I’m probably not the best advice columnist you’re going to read. After all, I’ve been divorced. I also have a child out of wedlock and I wasn’t even very involved in her teenage years. I’m currently single as well. Clearly, I haven’t gotten this figured out yet. Perhaps what I can offer is that I’m not altogether unhappy about any of this. I made choices in my life and they had outcomes. Life happens. We live, and hopefully, we learn.

Perhaps the single most relevant statement I have heard concerning relationships is simply this; never make a priority of someone who considers you an option.

Taken to heart, this statement acts in two ways. First, it should teach you not to keep yourself emotionally involved and entangled with someone who seems to have your best interests as second to their own. Secondly, and probably even more importantly, it should admonish you not to seek entanglement with someone you’re not willing to give your best to.

If it’s more important to attend a ballgame, take the business trip, pursue that secretary or just hang out with the guys instead of attending to her, well, then that’s probably just exactly what you should be doing. Just plan on doing it alone because, ultimately, if she isn’t the first priority, then she’s just another option. Obviously, if she’s just an option for you, then your relationship is probably in trouble.

If you’re divorced, and reading this, then I’m just going to assume you are trying to make sense of one of life’s most confusing problems; how to get your needs met by the person you married, or how to make sure you get your needs met the next time around.

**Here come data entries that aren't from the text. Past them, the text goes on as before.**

describe("admin routes", () => {
  let worker: RunningWorker;
  beforeAll(async () => {
    worker = await startApp({ vars: { MODEL_REFRESH_SECONDS: "0" } });
  });
  afterAll(async () => {
    await worker?.dispose();
  });

  test("a tampered artifact is refused at upload with the checksum problem, and nothing is stored", async () => {
    const response = await worker.post("/v1/models", tampered(first), worker.tokens.admin);
    expect(response.status).toBe(422);
    const body = (await response.json()) as { error: string; problems: { field: string; rule: string }[] };
    expect(body.error).toBe("artifact-refused");
    expect(body.problems.some((p) => p.field === "checksum" && /altered after sealing/.test(p.rule))).toBe(true);
    const kv = await worker.kv();
    expect(await kv.get("model:mkv-1", "text")).toBeNull();
    const db = await worker.db();
    expect(await db.prepare("SELECT COUNT(*) AS n FROM model_events").first<{ n: number }>()).toEqual({ n: 0 });
  });

  test("an upload that is not an artifact lists the schema problems by path", async () => {
    const { checksum: _c, ...withoutChecksum } = first;
    const response = await worker.post("/v1/models", { ...withoutChecksum, colour: "teal" }, worker.tokens.admin);
    expect(response.status).toBe(422);
    const fields = ((await response.json()) as { problems: { field: string }[] }).problems.map((p) => p.field);
    expect(fields).toContain("checksum");
    expect(fields).toContain("colour");
  });

  test("versions are immutable: the same artifact again is accepted as identical, other content under the version is a 409", async () => {
    expect((await worker.post("/v1/models", first, worker.tokens.admin)).status).toBe(201);
    const again = await worker.post("/v1/models", first, worker.tokens.admin);
    expect(again.status).toBe(200);
    expect(await again.json()).toEqual({ version: "mkv-1", stored: false, identical: true });
    const impostor = await fitShopModel({ version: "mkv-1", seed: 99 });
    const conflict = await worker.post("/v1/models", impostor, worker.tokens.admin);
    expect(conflict.status).toBe(409);
    const body = (await conflict.json()) as { error: string; problems: { field: string; rule: string }[] };
    expect(body.error).toBe("version-exists");
    expect(body.problems[0].field).toBe("version");
    expect(body.problems[0].rule).toContain(first.checksum);
    const stored = JSON.parse((await (await worker.kv()).get("model:mkv-1", "text"))!) as ModelArtifact;
    expect(stored.checksum).toBe(first.checksum);
  });

  test("activate, list, read, shadow and roll back move the pointer and log each change with its admin", async () => {
    await publishModel(worker, first);
    await publishModel(worker, second, false);
    await publishModel(worker, third, false);
    const activated = await worker.post("/v1/models/mkv-2/activate", {}, worker.tokens.admin);
    expect(activated.status).toBe(200);
    expect(((await activated.json()) as any).pointer).toMatchObject({ version: "mkv-2", shadow: null, previous: ["mkv-1"], updatedBy: "ops-ana" });
    expect((await scoreVersion(worker, "adm-1")).version).toBe("mkv-2");

    expect((await putJson(worker, "/v1/models/shadow", { version: "mkv-2" })).status).toBe(409);
    expect((await putJson(worker, "/v1/models/shadow", { version: "mkv-9" })).status).toBe(404);
    expect((await putJson(worker, "/v1/models/shadow", { version: "mkv-3" })).status).toBe(200);

    const list = (await (await worker.fetch("/v1/models", { token: worker.tokens.admin })).json()) as any;
    expect(list.pointer).toMatchObject({ version: "mkv-2", shadow: "mkv-3" });
    const byVersion = Object.fromEntries(list.models.map((m: any) => [m.version, m]));
    expect(Object.keys(byVersion).sort()).toEqual(["mkv-1", "mkv-2", "mkv-3"]);
    expect(byVersion["mkv-2"]).toMatchObject({ active: true, shadow: false, estimator: "classical", covarianceShape: "full", segmentBy: "channel" });
    expect(byVersion["mkv-3"]).toMatchObject({ active: false, shadow: true });
    expect(byVersion["mkv-1"].columns).toEqual(first.columns);
    expect(byVersion["mkv-1"].cutoff.mahalanobisSq).toBe(first.cutoff.mahalanobisSq);
    expect(byVersion["mkv-1"].createdAt).toBe(first.createdAt);

    const one = (await (await worker.fetch("/v1/models/mkv-3", { token: worker.tokens.admin })).json()) as any;
    expect(one).toMatchObject({ version: "mkv-3", active: false, shadow: true });
    expect(one.artifact).toEqual(third);
    expect((await worker.fetch("/v1/models/mkv-404", { token: worker.tokens.admin })).status).toBe(404);
    expect((await worker.post("/v1/models/mkv-404/activate", {}, worker.tokens.admin)).status).toBe(404);

    const promoted = await worker.post("/v1/models/mkv-3/activate", {}, worker.tokens.admin);
    expect(((await promoted.json()) as any).pointer).toMatchObject({ version: "mkv-3", shadow: null, previous: ["mkv-2", "mkv-1"] });
    const back = await worker.post("/v1/models/rollback", {}, worker.tokens.admin);
    expect(((await back.json()) as any).pointer).toMatchObject({ version: "mkv-2", previous: ["mkv-1"] });
    expect((await scoreVersion(worker, "adm-2")).version).toBe("mkv-2");
    expect((await worker.post("/v1/models/rollback", {}, worker.tokens.admin)).status).toBe(200);
    const none = await worker.post("/v1/models/rollback", {}, worker.tokens.admin);
    expect(none.status).toBe(409);
    expect(((await none.json()) as any).error).toBe("no-previous-version");
    expect((await scoreVersion(worker, "adm-3")).version).toBe("mkv-1");

    const db = await worker.db();
    const { results } = await db.prepare("SELECT actor, action, from_version, to_version, outcome FROM model_events ORDER BY id").all<Record<string, string | null>>();
    expect(results.map((r) => [r.action, r.from_version, r.to_version])).toEqual([
      ["upload", null, "mkv-1"],
      ["activate", null, "mkv-1"],
      ["upload", null, "mkv-2"],
      ["upload", null, "mkv-3"],
      ["activate", "mkv-1", "mkv-2"],
      ["shadow-set", null, "mkv-3"],
      ["activate", "mkv-2", "mkv-3"],
      ["rollback", "mkv-3", "mkv-2"],
      ["rollback", "mkv-2", "mkv-1"],
    ]);
    expect(new Set(results.map((r) => r.actor))).toEqual(new Set(["ops-ana"]));
    expect(new Set(results.map((r) => r.outcome))).toEqual(new Set(["applied"]));
  });

  test("a list cursor that is not shaped like one is refused naming the cursor", async () => {
    for (const cursor of ["not a cursor", "x".repeat(1025), "<script>"]) {
      const response = await worker.fetch(`/v1/models?cursor=${encodeURIComponent(cursor)}`, { token: worker.tokens.admin });
      expect(response.status, cursor).toBe(400);
      expect(await response.json()).toEqual({ error: "invalid-request", problems: [{ field: "cursor", rule: "must be the cursor of a previous page of this list" }] });
    }
  });

  test("a model change that cannot be logged is not made", async () => {
    const db = await worker.db();
    await db.exec("ALTER TABLE model_events RENAME TO model_events_away");
    try {
      const response = await worker.post("/v1/models/mkv-2/activate", {}, worker.tokens.admin);
      expect(response.status).toBe(503);
      expect(((await response.json()) as any).error).toBe("event-log-unavailable");
      const pointer = JSON.parse((await (await worker.kv()).get("pointer:active", "text"))!);
      expect(pointer.version).toBe("mkv-1");
    } finally {
      await db.exec("ALTER TABLE model_events_away RENAME TO model_events");
    }
  });
});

Well, for starters, don’t do it again. To avoid this, you’ll need to take a good, long, hard look at what you brought to the table to create the situation you find yourself in now. I absolutely guarantee that no matter how you might feel right now about your relationship, most of the problem is with you, not her.

You see, you chose her every bit as much as she chose you somewhere along the line. It doesn’t matter which one of you has left the relationship (or is preparing to), the reason the relationship ended (or is about to) is because one of you decided to stop bringing your best to it. The only question remaining is whether it is already too late, or whether you can change your behavior and perhaps salvage what has likely been a serious commitment of time and energy towards the other person? This I can tell you with assurance; if you want your relationship back, your partner is not going to change. You have to. If there is any part of that statement that gives you pause, then chances are good this person isn’t really who you need to be with. Sorry.

If you’re on the other end, the one who left the relationship, then first off, congratulations on being willing to risk your current unhappiness for a chance to find something that feels better. It’s a very hard thing to do, to acknowledge you aren’t getting your needs met in a partner. Of course, I’m going to challenge you that as much as you have had the courage to walk away, the fact that you ultimately felt you had to probably points to either poor initial choices, or a series of poor choices you made along the way that created an untenable situation. I invite you again to take a serious, extended time for self reflection and pay attention to how the decisions you made along the way ended you up here.

For the record, my marriage ended by my choice. There were many, many happy aspects to my marriage, and my ex-wife is a good woman and one I am always happy to see when we meet. She remarried shortly after our divorce to a man that has provided what I could not, and fifteen years later I still couldn’t be happier for them. The success of her next relationship has shown me over time that I made the right decision. Could we have saved our marriage? Yes, we probably could have. I probably could have learned to be better at asking her for what I needed, and she could have learned the same.

In some ways, upon reflection I truly do wish I had worked harder at it when it felt like it was slipping away. However, then as now, I had some good role models. What I saw the clearest was that I was unsatisfied and was looking for something more. I truly don’t believe she ever could have provided what I sought, because what I sought was change. She wanted stability. She found a stable man, and I found a dozen unstable women.

If you believe you can be happy with a person that is seeking to end a relationship with you, then you need to ask them what, specifically, needs to change, and then you have to change it. Period. If you are unwilling, or they are asking something of you that you simply cannot (or will not) change, then you can save a great deal of heartache by honoring them enough to let go. If, on the other hand, you feel you have just released yourself from an unsatisfying relationship, then the questions to ask are how to keep taking care of yourself in a way that makes you happy, and what needs weren’t being fulfilled in your last relationship that you can focus on improving in your next one?

Alas, I must conclude this short essay with a bit of a conundrum, but perhaps the most important question you can ask yourself; what makes you happy?

Answer that, and then perhaps you can be happy with someone. Clichéd and true, happiness comes from within.